Dışarıdan yapılan bu saldırılara ne yazık ki içerdeki bazı aymazlarca da çanak tutulmakta olduğu ortalık yere çıkmıştır. Bay Bartholomeos’un dini konular dışındaki konularla da uğraştığı artık gözlerden kaçmamaktadır. Türkiye Cumhuriyeti’ne karşı emperyal amaçları olanlarla aynı safları paylaşıyor olması saygınlığını zedeliyor mu ne...

Bay Başpapaz başı, sıklıkla gittiği Birleşik Amerika Devletlerinde çamları devirmekle kalmıyor. Durması gereken çizmenin de dışına çıkarak bir televizyon kanalına konuşuyor. Doğal olarak bizlerden izin alması gerekmiyor. Buna karşın kulakları ile ağzı arasındaki bağlantıyı da koparmaması gerekmektedir.

Konuşmasında, “Temel hak ve hürriyetlerin çiğnendiğini ve Türkiye’de kendisini çarmıha gerilmiş gibi hissettiğini” buyurmuş. Bu söylemin bazılarını dediği gibi dil sürçmesinin ötesinde anlam içerdiği anlaşılmalıdır. Gelinen bu noktada Yüce Türk Ulusunun onurunun, din adamı kılıklı birisi tarafından çiğnenmesine daha fazla izin verilmemesi gerekiyor mu ne…

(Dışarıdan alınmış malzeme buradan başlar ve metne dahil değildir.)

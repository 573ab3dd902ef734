import { addDays, type Day } from '../../../shared/days';
import { SUPPLIERS } from './people';
import type { Ago, Lot, Strain } from './shape';

type StrainStory = Omit<Strain, 'acquiredOn' | 'key'> & { acquired: Ago };
type LotStory = Omit<Lot, 'receivedOn' | 'quarantineUntil' | 'key' | 'strain'> & {
  code: string;
  strain: StrainCode;
  received: Ago;
  quarantine: Ago | null;
};

export type StrainCode = 'MOIL' | 'LEMP' | 'MEUT' | 'ESMI' | 'CALI' | 'CATE';

const described = {
  naming: 'described',
  scientificName: null,
  synonyms: null,
  localityKnown: 'known',
  papers: null,
  citesSource: null,
} as const;

export const STRAINS: Record<StrainCode, StrainStory> = {
  MOIL: {
    ...described,
    code: 'MOIL',
    speciesId: 'tropheus-moorii',
    tradeName: 'Lemon yellow',
    locality: 'Ilangi',
    provenance: 'wildCaught',
    fromWhom: SUPPLIERS.importer,
    acquired: -735,
    papers: 'Delivery note of the importer, with place of capture',
    citesSource: 'W',
    note: 'Vegetable food only. Never add single fish to the colony.',
  },
  LEMP: {
    ...described,
    code: 'LEMP',
    speciesId: 'cyprichromis-leptosoma',
    tradeName: null,
    locality: 'Mpulungu',
    provenance: 'bredElsewhere',
    fromWhom: SUPPLIERS.kaspar,
    acquired: -731,
    note: 'Males with yellow tails only. They jump: keep the covers shut.',
  },
  MEUT: {
    ...described,
    code: 'MEUT',
    speciesId: 'enantiopus-melanogenys',
    tradeName: null,
    locality: 'Utinta',
    provenance: 'bredElsewhere',
    fromWhom: SUPPLIERS.yvette,
    acquired: -690,
    note: 'Fine sand, low light, no sudden moves.',
  },
  ESMI: {
    ...described,
    code: 'ESMI',
    speciesId: 'maylandia-estherae',
    tradeName: 'Red zebra',
    synonyms: 'Metriaclima estherae, Pseudotropheus estherae',
    locality: 'Minos Reef',
    provenance: 'wildCaught',
    fromWhom: SUPPLIERS.importer,
    acquired: -735,
    note: 'Blue males, orange females.',
  },
  CALI: {
    ...described,
    code: 'CALI',
    speciesId: 'labidochromis-caeruleus',
    tradeName: 'Electric yellow',
    locality: 'Lion’s Cove',
    localityKnown: 'trade',
    provenance: 'unknown',
    fromWhom: SUPPLIERS.auction,
    acquired: -729,
    note: 'Sold as Lion’s Cove at the auction, without papers.',
  },
  CATE: {
    ...described,
    code: 'CATE',
    speciesId: 'altolamprologus-calvus',
    tradeName: 'Black calvus',
    locality: 'Tembwe',
    provenance: 'wildCaught',
    fromWhom: SUPPLIERS.importer,
    acquired: -720,
    citesSource: 'W',
    note: 'Each female has a snail shell or cave that only she fits into.',
  },
};

const LOTS: LotStory[] = [
  {
    code: 'MOIL-1',
    strain: 'MOIL',
    received: -735,
    fromWhom: SUPPLIERS.importer,
    provenance: 'wildCaught',
    generation: 0,
    heads: 18,
    deadOnArrival: 1,
    quarantine: -707,
    papers: 'Place and day of capture on the delivery note',
    mayBeSibs: true,
    note: null,
  },
  {
    code: 'LEMP-1',
    strain: 'LEMP',
    received: -731,
    fromWhom: SUPPLIERS.kaspar,
    provenance: 'bredElsewhere',
    generation: 2,
    heads: 14,
    deadOnArrival: 0,
    quarantine: -709,
    papers: null,
    mayBeSibs: true,
    note: 'From two broods of his group, not marked',
  },
  {
    code: 'MEUT-1',
    strain: 'MEUT',
    received: -690,
    fromWhom: SUPPLIERS.yvette,
    provenance: 'bredElsewhere',
    generation: 1,
    heads: 9,
    deadOnArrival: 0,
    quarantine: -662,
    papers: 'Letter of the breeder: parents wild caught',
    mayBeSibs: true,
    note: null,
  },
  {
    code: 'ESMI-1',
    strain: 'ESMI',
    received: -735,
    fromWhom: SUPPLIERS.importer,
    provenance: 'wildCaught',
    generation: 0,
    heads: 6,
    deadOnArrival: 0,
    quarantine: -712,
    papers: 'Place of capture on the delivery note',
    mayBeSibs: true,
    note: null,
  },
  {
    code: 'ESMI-2',
    strain: 'ESMI',
    received: -733,
    fromWhom: SUPPLIERS.yvette,
    provenance: 'bredElsewhere',
    generation: 1,
    heads: 4,
    deadOnArrival: 0,
    quarantine: -712,
    papers: null,
    mayBeSibs: true,
    note: 'Sisters',
  },
  {
    code: 'CALI-1',
    strain: 'CALI',
    received: -729,
    fromWhom: SUPPLIERS.auction,
    provenance: 'unknown',
    generation: null,
    heads: 8,
    deadOnArrival: 0,
    quarantine: -708,
    papers: null,
    mayBeSibs: true,
    note: null,
  },
  {
    code: 'CATE-1',
    strain: 'CATE',
    received: -720,
    fromWhom: SUPPLIERS.importer,
    provenance: 'wildCaught',
    generation: 0,
    heads: 5,
    deadOnArrival: 0,
    quarantine: -690,
    papers: 'Delivery note of the importer',
    mayBeSibs: false,
    note: null,
  },
  {
    code: 'CALI-2',
    strain: 'CALI',
    received: -9,
    fromWhom: SUPPLIERS.kaspar,
    provenance: 'bredElsewhere',
    generation: 3,
    heads: 3,
    deadOnArrival: 0,
    quarantine: 19,
    papers: null,
    mayBeSibs: true,
    note: 'To join CALI-A once they have been watched',
  },
];

export function strainsOn(today: Day): Strain[] {
  return Object.values(STRAINS).map(({ acquired, ...strain }) => ({
    ...strain,
    key: `strain:${strain.code}`,
    acquiredOn: addDays(today, acquired),
  }));
}

export function lotsOn(today: Day): Lot[] {
  return LOTS.map(({ code, strain, received, quarantine, ...lot }) => ({
    ...lot,
    key: `lot:${code}`,
    strain: `strain:${strain}`,
    receivedOn: addDays(today, received),
    quarantineUntil: quarantine === null ? null : addDays(today, quarantine),
  }));
}
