import { type BoundedBranch, type Branch, bounded, rootBranch, withFish } from './pairingBranch';
import { type PairingChoice, type PairingGroup, SAME } from './pairingChoice';

/**
 * Branch and bound from the best group known: fish are tried one by one, cheapest first, and a branch is left when even its
 * bound is no better. Of fish that are alike one stands for all. `exact` is false when `mostSteps` ended the search; `group`
 * is then the best one seen, or undefined if none was.
 */
export function searchGroup(
  choice: PairingChoice,
  start: PairingGroup | undefined,
  mostSteps: number,
): { group: PairingGroup | undefined; exact: boolean } {
  const order = nearestFirst(choice);
  let best = start;
  let steps = 0;
  const worth = (bound: number) => !best || bound < best.cost - SAME;
  // As deep as the group is large, so recursion is safe.
  const visit = (branch: Branch): void => {
    steps += 1;
    if (branch.needed.males + branch.needed.females === 0) {
      if (worth(branch.cost)) best = { members: branch.members, cost: branch.cost };
      return;
    }
    const state = bounded(choice, order, branch);
    if (!state) return;
    for (const next of continuations(choice, state, worth)) {
      if (steps >= mostSteps) return;
      visit(next);
    }
  };
  visit(rootBranch(choice));
  return { group: best, exact: steps < mostSteps };
}

/** The branch with each next fish in turn, those before it left out; ends where the bound says that none can be better. */
function* continuations(
  choice: PairingChoice,
  state: BoundedBranch,
  worth: (bound: number) => boolean,
): Generator<Branch> {
  const sex = state.needed.males > 0 ? 'males' : 'females';
  const listed = state.pool[sex];
  const needed = state.needed[sex];
  const leastOf = (fish: number[]) => fish.reduce((sum, each) => sum + (state.least[each] ?? 0), 0);
  const others = state.bound - leastOf(listed.slice(0, needed));
  const left = new Set<number>();
  for (let next = 0; next + needed <= listed.length; next += 1) {
    const fish = listed[next] ?? 0;
    const alike = choice.alike[fish] ?? fish;
    if (left.has(alike)) continue;
    if (!worth(others + leastOf(listed.slice(next, next + needed)))) return;
    const rest = listed.slice(next + 1).filter((other) => !left.has(choice.alike[other] ?? other));
    yield withFish(choice, state, fish, { ...state.pool, [sex]: rest });
    left.add(alike);
  }
}

/** For each fish all others, least costly to have together first. */
function nearestFirst({ count, cost }: PairingChoice): Int32Array[] {
  return Array.from({ length: count }, (_, fish) => {
    const others = Int32Array.from({ length: count }, (_, other) => other).filter((other) => other !== fish);
    return others.sort((a, b) => (cost[fish * count + a] ?? 0) - (cost[fish * count + b] ?? 0));
  });
}
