import { unknownId } from './pedigreeError';

/**
 * Kinships (coancestries) of a set of animals: the chance that two alleles drawn at random, one from each, are copies of one
 * ancestral allele. An animal's kinship with itself is (1 + F) / 2. Where parents are uncertain, exact expectations.
 */
export type KinshipMatrix = {
  ids: string[];
  between(a: string, b: string): number;
  inbreeding(id: string): number;
};

/**
 * The same as plain data, which a worker can hand over: `classOf[i]` is the class of `ids[i]` (fish with the same parents and
 * no young share one), `values[j (j + 1) / 2 + i]` the kinship of classes i <= j, for i = j that of two different members,
 * and `self[i]` the kinship of `ids[i]` with itself.
 */
export type PackedKinship = { ids: string[]; classOf: Int32Array; values: Float64Array; self: Float64Array };

/** A matrix that also lets its plain data be read, for sums over many pairs. */
export type PackedMatrix = KinshipMatrix & { packed: PackedKinship; indexOf(id: string): number };

export function matrixOf(packed: PackedKinship): PackedMatrix {
  const { ids, classOf, values, self } = packed;
  const indices = new Map(ids.map((id, index) => [id, index]));
  const indexOf = (id: string) => {
    const index = indices.get(id);
    if (index === undefined) throw unknownId(id, 'the kinship table');
    return index;
  };
  const between = (a: string, b: string) => {
    const i = indexOf(a);
    const j = indexOf(b);
    if (i === j) return self[i] ?? 0;
    const low = Math.min(classOf[i] ?? 0, classOf[j] ?? 0);
    const high = Math.max(classOf[i] ?? 0, classOf[j] ?? 0);
    return values[(high * (high + 1)) / 2 + low] ?? 0;
  };
  return { ids, packed, indexOf, between, inbreeding: (id) => 2 * (self[indexOf(id)] ?? 0) - 1 };
}

export function isPacked(matrix: KinshipMatrix): matrix is PackedMatrix {
  return 'packed' in matrix;
}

Gerekli yanıtın devleti yönetenlerce ulusumuzu tatmin edecek bir şekilde verileceği umudumuzu da koruyoruz.

Nedenine gelince…

Ekonomik sıkıntılarla boğuşmakta olan Yunanistan’da bu işe karışıyor. Dış İşleri Bakanlığı sözcüsü Bay Grigoris Dalavekuras, Papaz başının konuşmasının dikkate alınmasını istiyordu.

Bay sözcü, “Türkiye’nin AB karşısındaki mecburiyetleri arasında, birkaç gün önce benimsediğimiz AB sonuç bildirgelerinde açıkça belirtildiği gibi, din özgürlüklerine ve azınlık haklarına saygı birinci sırada yer almaktadır.

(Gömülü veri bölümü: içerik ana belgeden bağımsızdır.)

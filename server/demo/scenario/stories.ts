import type { BroodStory, FoundStory, HoldStory } from './broods';
import { lastDayOf } from './broods';
import { CATE_FOUND, CATE_HOLDS } from './broodsAltolamprologus';
import { LEMP_HOLDS } from './broodsCyprichromis';
import { MEUT_HOLDS } from './broodsEnantiopus';
import { CALI_HOLDS } from './broodsLabidochromis';
import { ESMI_HOLDS } from './broodsMaylandia';
import { MOIL_HOLDS } from './broodsTropheus';
import { COLONIES } from './colonies';
import type { HeldBack } from './lives';
import type { StrainCode } from './strains';

export const HOLDS: HoldStory[] = [
  ...MOIL_HOLDS,
  ...LEMP_HOLDS,
  ...MEUT_HOLDS,
  ...CATE_HOLDS,
  ...ESMI_HOLDS,
  ...CALI_HOLDS,
];
export const FOUND: FoundStory[] = CATE_FOUND;

export function strainOfColony(code: string): StrainCode {
  const colony = COLONIES.find((one) => one.code === code);
  if (!colony) throw new Error(`The story has no colony ${code}`);
  return colony.strain;
}

/** Broods made of two once they were joined: fish taken out later have no birthday of their own. */
const joinedInto = (handle: string): { age: number; spawn: number } | null => {
  for (const { brood, spawn } of HOLDS) {
    const joining = brood?.steps.find((step) => step.kind === 'joined' && step.brood === handle);
    if (joining) return { age: joining.age, spawn: lastDayOf(spawn) };
  }
  return null;
};

/** Every fish that was taken out of a brood to be kept. */
export function heldBackFish(): HeldBack[] {
  return HOLDS.flatMap(({ handle, colony, spawn, brood }) =>
    (brood?.steps ?? []).flatMap((step) => {
      if (step.kind !== 'kept') return [];
      const born = lastDayOf(spawn);
      const on = born + step.age;
      const joined = joinedInto(handle);
      const mixed = joined !== null && joined.spawn + joined.age <= on;
      const { stem, numbers, colony: home, tank } = step;
      return [{ on, born: mixed ? null : born, strain: strainOfColony(colony), stem, numbers, colony: home, tank }];
    }),
  );
}

export type Begun = { handle: string; colony: string; strain: StrainCode; born: number; brood: BroodStory };
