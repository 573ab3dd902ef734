import { frontierOf } from './frontier';
import type { Segregation } from './segregation';
import { solveByColumns } from './solveByColumns';
import type { SortedPedigree } from './sortedPedigree';
import { sweep } from './sweep';

/** A table of this many places takes 46 MB; a wider pedigree is solved by columns, slower but in linear memory. */
const WIDEST_TABLE = 3_400;

/** Kinships within every family, and with them F, in memory that grows with the length of the pedigree, not its square. */
export function solveFamilies(sorted: SortedPedigree): Segregation {
  const places = frontierOf(sorted);
  if (places.size > WIDEST_TABLE) return solveByColumns(sorted);
  const everyFamily = Array.from({ length: sorted.families }, (_, family) => family);
  const { self, within } = sweep(sorted, places, everyFamily);
  return { sorted, self, within };
}
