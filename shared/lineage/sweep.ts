import { OUTSIDE } from './parentOptions';
import type { SortedPedigree } from './sortedPedigree';

/** Which nodes are held in a table of kinships, and where: `placeOf[node]` below `size`, or `OUTSIDE`. */
export type Places = { size: number; placeOf: Int32Array };

/** Per family: kinship of a member with itself, and of two different members. */
export type FamilyKinship = { self: Float64Array; within: Float64Array };

/**
 * Kinships by place, `values[j (j + 1) / 2 + i]` for i <= j. The diagonal holds the kinship with itself, but for a leaf
 * (entries that are alike) that of two different entries.
 */
export type Sweep = FamilyKinship & { values: Float64Array };

/**
 * Goes through `families` (parents first) by the tabular method (Emik & Terrill 1949; with shares of possible parents
 * Henderson 1988): the kinship of a member with any older animal i is the sum over its parents k of share x f(k, i). Brood
 * mates differ in nothing but their own block, so a family's line is worked out once and copied. A place may be taken over
 * by a later node once no family still to come names the node that held it.
 */
export function sweep(sorted: SortedPedigree, places: Places, families: Iterable<number>): Sweep {
  const { size, placeOf } = places;
  const values = new Float64Array((size * (size + 1)) / 2);
  const found: Sweep = { values, self: new Float64Array(sorted.families), within: new Float64Array(sorted.families) };
  const line = new Float64Array(size);
  let used = 0;
  for (const family of families) {
    inheritLine(sorted, values, { family, placeOf, line: line.subarray(0, used) });
    const self = selfKinship(sorted, values, { family, placeOf });
    const within = kinshipWithin(sorted, line, { family, placeOf });
    found.self[family] = self;
    found.within[family] = within;
    for (let node = sorted.firstNode[family] ?? 0; node < (sorted.firstNode[family + 1] ?? 0); node += 1) {
      const place = placeOf[node] ?? OUTSIDE;
      if (place === OUTSIDE) continue;
      writeLine(values, line.subarray(0, used), place);
      values[(place * (place + 3)) / 2] = sorted.isLeaf[node] === 1 ? within : self;
      line[place] = within;
      used = Math.max(used, place + 1);
    }
  }
  return found;
}

type Of = { family: number; placeOf: Int32Array };

function inheritLine(sorted: SortedPedigree, values: Float64Array, of: Of & { line: Float64Array }): void {
  const { start, node, share } = sorted.parents;
  of.line.fill(0);
  for (let at = start[of.family] ?? 0; at < (start[of.family + 1] ?? 0); at += 1) {
    addKinships(values, of.line, of.placeOf[node[at] ?? 0] ?? 0, share[at] ?? 0);
  }
}

/** Adds `share` times the kinships of one place with all to a line: along the place's row, then down its column. */
function addKinships(values: Float64Array, line: Float64Array, place: number, share: number): void {
  const row = (place * (place + 1)) / 2;
  for (let i = 0; i <= place; i += 1) line[i] = (line[i] ?? 0) + share * (values[row + i] ?? 0);
  let below = row + 2 * place + 1;
  for (let i = place + 1; i < line.length; i += 1) {
    line[i] = (line[i] ?? 0) + share * (values[below] ?? 0);
    below += i + 1;
  }
}

function writeLine(values: Float64Array, line: Float64Array, place: number): void {
  values.set(line.subarray(0, place), (place * (place + 1)) / 2);
  let below = (place * (place + 1)) / 2 + 2 * place + 1;
  for (let i = place + 1; i < line.length; i += 1) {
    values[below] = line[i] ?? 0;
    below += i + 1;
  }
}

/** (1 + F) / 2 for a fish, F being the weighted kinship of its possible pairs; for a draw that of its candidates. */
function selfKinship(sorted: SortedPedigree, values: Float64Array, { family, placeOf }: Of): number {
  const { pairs, isDraw, outside } = sorted;
  const draw = isDraw[family] === 1;
  let sum = draw ? (outside[family] ?? 0) / 2 : 0;
  for (let at = pairs.start[family] ?? 0; at < (pairs.start[family + 1] ?? 0); at += 1) {
    const sire = pairs.sire[at] ?? OUTSIDE;
    const dam = draw ? sire : (pairs.dam[at] ?? OUTSIDE);
    if (sire === OUTSIDE || dam === OUTSIDE) continue;
    sum += (pairs.weight[at] ?? 0) * kinshipAt(values, placeOf[sire] ?? 0, placeOf[dam] ?? 0);
  }
  return draw ? sum : (1 + sum) / 2;
}

/** Two different members draw independently of each other: the parents' shares against the family's line. */
function kinshipWithin(sorted: SortedPedigree, line: Float64Array, { family, placeOf }: Of): number {
  const { start, node, share } = sorted.parents;
  let sum = 0;
  for (let at = start[family] ?? 0; at < (start[family + 1] ?? 0); at += 1) {
    sum += (share[at] ?? 0) * (line[placeOf[node[at] ?? 0] ?? 0] ?? 0);
  }
  return sum;
}

/** The value of places `a` and `b`, in either order. */
export function kinshipAt(values: Float64Array, a: number, b: number): number {
  return (a > b ? values[(a * (a + 1)) / 2 + b] : values[(b * (b + 1)) / 2 + a]) ?? 0;
}
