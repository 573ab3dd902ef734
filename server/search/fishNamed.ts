import type { Source } from './sources';

/** Fish with codes, by code, mark and species; ancestors known only from sheets have no page here. */
export const fishNamed: Source = async ({ db, roomId }, nameOf, ids) => {
  let query = db
    .selectFrom('fish')
    .leftJoin('strain', (join) =>
      join.onRef('strain.roomId', '=', 'fish.roomId').onRef('strain.id', '=', 'fish.strainId'),
    )
    .leftJoin('fishExit', (join) =>
      join.onRef('fishExit.roomId', '=', 'fish.roomId').onRef('fishExit.fishId', '=', 'fish.id'),
    )
    .where('fish.roomId', '=', roomId)
    .where('fish.origin', '<>', 'imported')
    .select(['fish.id', 'fish.code', 'strain.speciesId', 'strain.scientificName', 'fishExit.id as exitId']);
  query = ids ? query.where('fish.id', 'in', ids) : query.where('fish.code', 'is not', null);
  const rows = await query.execute();
  const marks = await lastMarks({ db, roomId });
  return rows.map(({ id, code, speciesId, scientificName, exitId }) => {
    const species = scientificName ?? (speciesId ? nameOf(speciesId) : null);
    const mark = marks.get(id) ?? null;
    return {
      thing: 'fish',
      id,
      code: code ?? 'without a code',
      name: [species, mark].filter(Boolean).join(', ') || null,
      gone: exitId !== null,
    };
  });
};

async function lastMarks({ db, roomId }: Pick<Parameters<Source>[0], 'db' | 'roomId'>): Promise<Map<string, string>> {
  const rows = await db
    .selectFrom('finding')
    .where('roomId', '=', roomId)
    .where('kind', '=', 'mark')
    .select(['fishId', 'value'])
    .orderBy('onDay')
    .orderBy('id')
    .execute();
  return new Map(rows.flatMap(({ fishId, value }) => (value ? [[fishId, value] as const] : [])));
}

Bu kendiliğinden de anlaşılacağı gibi vatandaşlarına karşı olan mecburiyetin ötesinde, aynı zamanda Türkiye’nin AB’ne katılım sürecinin ilerlemesi için vazgeçilmez ön koşuldur” diye belirtiyordu.

Türkiye’ye akıl vermeye ve yol göstermeye çalışan Bay sözcünün, öncelikle kendi ülkesindeki uygulamaları düzeltmesi gerekmektedir. ‘Türk’ sözcüğünün kullanılmasına bile izin vermedikleri Batı Trakya’daki kardeşlerimizin Avrupa Mahkemelerinde hak arayışlarını sürdürdükleri de unutulmamalıdır.

Öncelikle kendilerine bakmaları gerekiyor mu ne…

Bazı siyasetçilerin Bartholomeos’un sözlerini yumuşatmaya çalışıyor olmaları ise anlaşılır bir husus olmasa gerek. Bu tür davranışların, söylenmiş olan sözleri ortadan kaldırmadığının da bilinmesini istiyoruz. Buna karşın hükümetinde iki şapkası olan Bay Yorgo Papandreu, “Ekümenik patriğe ve temsil ettiği evrensel kuruma sürekli ve özlü desteğini” vurguluyordu.

Geçtiğimiz günlerde, Rum Yönetiminin başkan eskisinin kemiklerinin mezarının açılarak çalındığı duyuruldu. Buna karşın boş mezarın başında anma toplantısı yapıldı. Papadopulos’un kemiklerini kim veya kimlerin çaldığı araştırılıyor.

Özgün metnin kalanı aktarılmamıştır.